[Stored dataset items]
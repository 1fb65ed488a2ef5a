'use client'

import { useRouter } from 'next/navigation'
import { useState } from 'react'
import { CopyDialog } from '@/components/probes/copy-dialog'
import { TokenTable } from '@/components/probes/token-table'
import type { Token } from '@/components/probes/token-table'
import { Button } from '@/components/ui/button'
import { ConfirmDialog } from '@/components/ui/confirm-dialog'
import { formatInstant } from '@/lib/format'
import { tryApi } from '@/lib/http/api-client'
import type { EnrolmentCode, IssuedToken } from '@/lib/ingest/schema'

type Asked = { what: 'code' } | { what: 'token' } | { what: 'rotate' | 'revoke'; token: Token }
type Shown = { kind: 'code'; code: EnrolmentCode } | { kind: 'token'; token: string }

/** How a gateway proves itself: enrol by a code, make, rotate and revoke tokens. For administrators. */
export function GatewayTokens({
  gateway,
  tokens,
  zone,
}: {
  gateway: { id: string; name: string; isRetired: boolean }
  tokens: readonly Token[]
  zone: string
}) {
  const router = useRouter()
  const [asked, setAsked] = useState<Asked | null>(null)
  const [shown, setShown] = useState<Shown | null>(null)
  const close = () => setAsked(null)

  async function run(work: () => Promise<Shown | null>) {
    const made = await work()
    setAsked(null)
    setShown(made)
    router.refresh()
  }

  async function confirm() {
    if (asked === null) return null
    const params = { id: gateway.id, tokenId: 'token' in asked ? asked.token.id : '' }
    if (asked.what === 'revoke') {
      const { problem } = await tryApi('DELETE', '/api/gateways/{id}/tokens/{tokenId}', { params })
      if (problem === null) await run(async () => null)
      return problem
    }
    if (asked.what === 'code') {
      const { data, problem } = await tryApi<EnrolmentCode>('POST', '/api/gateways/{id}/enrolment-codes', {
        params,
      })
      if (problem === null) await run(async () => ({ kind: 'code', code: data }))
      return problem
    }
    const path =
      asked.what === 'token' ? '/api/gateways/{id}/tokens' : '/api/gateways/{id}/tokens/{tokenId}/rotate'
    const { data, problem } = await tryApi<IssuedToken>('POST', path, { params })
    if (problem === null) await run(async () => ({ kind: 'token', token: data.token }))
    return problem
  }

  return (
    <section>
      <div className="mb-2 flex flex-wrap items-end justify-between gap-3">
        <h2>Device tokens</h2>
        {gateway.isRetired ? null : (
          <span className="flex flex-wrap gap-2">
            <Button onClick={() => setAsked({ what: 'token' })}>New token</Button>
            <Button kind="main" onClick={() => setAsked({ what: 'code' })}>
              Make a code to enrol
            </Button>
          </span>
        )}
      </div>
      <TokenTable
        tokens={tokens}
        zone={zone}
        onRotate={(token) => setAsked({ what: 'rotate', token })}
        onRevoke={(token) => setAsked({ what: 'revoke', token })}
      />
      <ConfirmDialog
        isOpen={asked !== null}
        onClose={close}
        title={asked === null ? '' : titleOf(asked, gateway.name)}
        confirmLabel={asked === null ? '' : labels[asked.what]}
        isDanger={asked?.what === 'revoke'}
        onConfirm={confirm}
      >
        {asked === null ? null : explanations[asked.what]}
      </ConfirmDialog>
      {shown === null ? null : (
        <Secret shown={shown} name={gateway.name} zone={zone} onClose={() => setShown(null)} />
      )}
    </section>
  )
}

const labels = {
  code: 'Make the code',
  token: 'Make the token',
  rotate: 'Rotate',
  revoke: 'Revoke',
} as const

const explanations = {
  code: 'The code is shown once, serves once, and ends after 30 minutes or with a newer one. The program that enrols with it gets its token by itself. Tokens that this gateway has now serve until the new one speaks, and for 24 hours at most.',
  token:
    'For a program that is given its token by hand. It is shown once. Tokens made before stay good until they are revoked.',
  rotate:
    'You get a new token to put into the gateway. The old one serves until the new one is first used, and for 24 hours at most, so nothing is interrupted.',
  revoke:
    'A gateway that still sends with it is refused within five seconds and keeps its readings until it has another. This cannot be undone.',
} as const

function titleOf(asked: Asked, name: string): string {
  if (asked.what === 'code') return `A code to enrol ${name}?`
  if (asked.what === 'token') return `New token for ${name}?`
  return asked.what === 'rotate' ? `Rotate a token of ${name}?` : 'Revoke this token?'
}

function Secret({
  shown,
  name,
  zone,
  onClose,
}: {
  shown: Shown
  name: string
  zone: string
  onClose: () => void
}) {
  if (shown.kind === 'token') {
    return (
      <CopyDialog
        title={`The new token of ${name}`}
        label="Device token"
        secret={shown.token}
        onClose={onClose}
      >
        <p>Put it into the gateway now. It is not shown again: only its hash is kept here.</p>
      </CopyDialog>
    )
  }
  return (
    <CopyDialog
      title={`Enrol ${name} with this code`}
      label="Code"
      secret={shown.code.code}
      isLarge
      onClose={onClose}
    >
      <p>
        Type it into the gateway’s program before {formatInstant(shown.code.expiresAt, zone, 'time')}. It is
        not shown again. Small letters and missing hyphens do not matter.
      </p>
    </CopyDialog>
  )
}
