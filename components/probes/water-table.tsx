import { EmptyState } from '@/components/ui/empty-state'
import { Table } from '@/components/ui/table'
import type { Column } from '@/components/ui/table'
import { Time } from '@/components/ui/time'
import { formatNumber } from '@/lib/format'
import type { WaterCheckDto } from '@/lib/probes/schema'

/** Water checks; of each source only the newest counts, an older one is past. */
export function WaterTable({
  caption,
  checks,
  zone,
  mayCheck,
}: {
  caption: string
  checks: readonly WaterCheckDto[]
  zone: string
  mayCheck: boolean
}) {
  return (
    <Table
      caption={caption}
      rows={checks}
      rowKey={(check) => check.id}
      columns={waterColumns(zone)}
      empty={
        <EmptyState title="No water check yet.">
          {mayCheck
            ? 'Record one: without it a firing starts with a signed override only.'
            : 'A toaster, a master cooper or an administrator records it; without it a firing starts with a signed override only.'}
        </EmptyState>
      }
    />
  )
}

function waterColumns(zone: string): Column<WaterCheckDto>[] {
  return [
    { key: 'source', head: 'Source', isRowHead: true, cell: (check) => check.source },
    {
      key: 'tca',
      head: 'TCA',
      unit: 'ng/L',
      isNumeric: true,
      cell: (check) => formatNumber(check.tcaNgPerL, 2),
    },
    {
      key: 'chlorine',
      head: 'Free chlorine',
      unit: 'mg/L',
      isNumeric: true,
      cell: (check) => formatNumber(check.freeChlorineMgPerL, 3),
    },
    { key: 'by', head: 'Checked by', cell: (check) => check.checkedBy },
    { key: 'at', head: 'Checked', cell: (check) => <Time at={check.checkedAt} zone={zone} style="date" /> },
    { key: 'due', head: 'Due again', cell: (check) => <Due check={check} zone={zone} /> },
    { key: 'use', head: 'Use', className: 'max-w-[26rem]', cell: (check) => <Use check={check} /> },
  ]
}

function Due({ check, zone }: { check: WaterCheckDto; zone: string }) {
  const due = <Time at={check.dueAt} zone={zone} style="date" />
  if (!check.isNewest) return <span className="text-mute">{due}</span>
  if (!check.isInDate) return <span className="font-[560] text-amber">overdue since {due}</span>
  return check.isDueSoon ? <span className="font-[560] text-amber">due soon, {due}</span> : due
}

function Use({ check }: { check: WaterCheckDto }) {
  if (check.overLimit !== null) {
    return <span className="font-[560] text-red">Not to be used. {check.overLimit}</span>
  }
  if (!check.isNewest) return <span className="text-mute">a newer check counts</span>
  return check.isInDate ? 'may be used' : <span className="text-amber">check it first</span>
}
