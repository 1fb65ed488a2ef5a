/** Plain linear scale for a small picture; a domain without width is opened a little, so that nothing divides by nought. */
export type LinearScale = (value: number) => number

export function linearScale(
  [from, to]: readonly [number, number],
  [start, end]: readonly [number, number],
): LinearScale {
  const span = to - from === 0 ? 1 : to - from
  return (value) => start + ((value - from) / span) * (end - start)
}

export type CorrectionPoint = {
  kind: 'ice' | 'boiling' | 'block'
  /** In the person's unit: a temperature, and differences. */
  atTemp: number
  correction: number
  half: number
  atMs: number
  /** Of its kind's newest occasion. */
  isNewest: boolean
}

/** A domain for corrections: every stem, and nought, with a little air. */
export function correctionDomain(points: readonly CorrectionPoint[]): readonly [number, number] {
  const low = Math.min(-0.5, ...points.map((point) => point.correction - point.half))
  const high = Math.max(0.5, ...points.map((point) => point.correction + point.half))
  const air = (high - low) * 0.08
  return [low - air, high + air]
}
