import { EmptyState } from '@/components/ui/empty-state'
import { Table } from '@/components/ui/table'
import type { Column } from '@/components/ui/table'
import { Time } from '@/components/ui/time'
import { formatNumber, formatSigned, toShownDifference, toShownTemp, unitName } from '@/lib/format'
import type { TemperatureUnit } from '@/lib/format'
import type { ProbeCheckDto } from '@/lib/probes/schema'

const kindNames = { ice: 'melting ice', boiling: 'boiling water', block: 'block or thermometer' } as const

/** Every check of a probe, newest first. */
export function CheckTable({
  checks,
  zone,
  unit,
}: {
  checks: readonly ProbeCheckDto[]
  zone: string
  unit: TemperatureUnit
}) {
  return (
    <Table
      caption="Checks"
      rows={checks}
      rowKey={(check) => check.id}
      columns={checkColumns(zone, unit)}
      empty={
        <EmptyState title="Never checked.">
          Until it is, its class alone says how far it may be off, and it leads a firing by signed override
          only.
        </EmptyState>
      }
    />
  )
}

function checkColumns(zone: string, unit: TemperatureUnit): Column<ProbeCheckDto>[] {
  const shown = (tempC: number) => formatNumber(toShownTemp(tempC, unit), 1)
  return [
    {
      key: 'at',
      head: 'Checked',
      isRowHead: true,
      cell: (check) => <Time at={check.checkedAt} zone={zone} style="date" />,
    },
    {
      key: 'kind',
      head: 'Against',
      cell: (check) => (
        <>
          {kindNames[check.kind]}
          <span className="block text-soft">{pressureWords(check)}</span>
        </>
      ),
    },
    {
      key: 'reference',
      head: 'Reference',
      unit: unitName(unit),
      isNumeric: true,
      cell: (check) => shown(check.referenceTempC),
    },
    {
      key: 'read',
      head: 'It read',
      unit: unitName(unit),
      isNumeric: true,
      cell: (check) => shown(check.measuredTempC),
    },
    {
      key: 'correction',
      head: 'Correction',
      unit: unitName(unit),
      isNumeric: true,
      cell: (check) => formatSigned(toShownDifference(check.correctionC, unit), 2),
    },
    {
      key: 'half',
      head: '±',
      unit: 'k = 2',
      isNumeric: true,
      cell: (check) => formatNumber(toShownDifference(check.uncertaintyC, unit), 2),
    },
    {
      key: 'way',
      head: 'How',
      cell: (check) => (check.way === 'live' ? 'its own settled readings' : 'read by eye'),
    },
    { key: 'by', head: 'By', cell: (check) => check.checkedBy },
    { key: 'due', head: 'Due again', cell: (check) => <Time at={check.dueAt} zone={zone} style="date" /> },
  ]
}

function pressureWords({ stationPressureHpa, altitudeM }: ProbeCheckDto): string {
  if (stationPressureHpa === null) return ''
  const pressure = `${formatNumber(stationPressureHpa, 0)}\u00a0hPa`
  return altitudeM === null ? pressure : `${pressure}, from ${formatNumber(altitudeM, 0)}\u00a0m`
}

▶ **PROMPT**: Print the lines above, unchanged, from the start of the records to the line with "kind: 'code'; code: EnrolmentCode", including that final line.

▶ **WRITTEN REPLY**:
repository 1fb65ed488a2ef5a
'use client'

import { useRouter } from 'next/navigation'
import { useState } from 'react'
import { CopyDialog } from '@/components/probes/copy-dialog'
import { TokenTable } from '@/components/probes/token-table'
import type { Token } from '@/components/probes/token-table'
import { Button } from '@/components/ui/button'
import { ConfirmDialog } from '@/components/ui/confirm-dialog'
import { formatInstant } from '@/lib/format'
import { tryApi } from '@/lib/http/api-client'
import type { EnrolmentCode, IssuedToken } from '@/lib/ingest/schema'

type Asked = { what: 'code' } | { what: 'token' } | { what: 'rotate' | 'revoke'; token: Token }
type Shown = { kind: 'code'; code: EnrolmentCode } | { kind: 'token'; token: string }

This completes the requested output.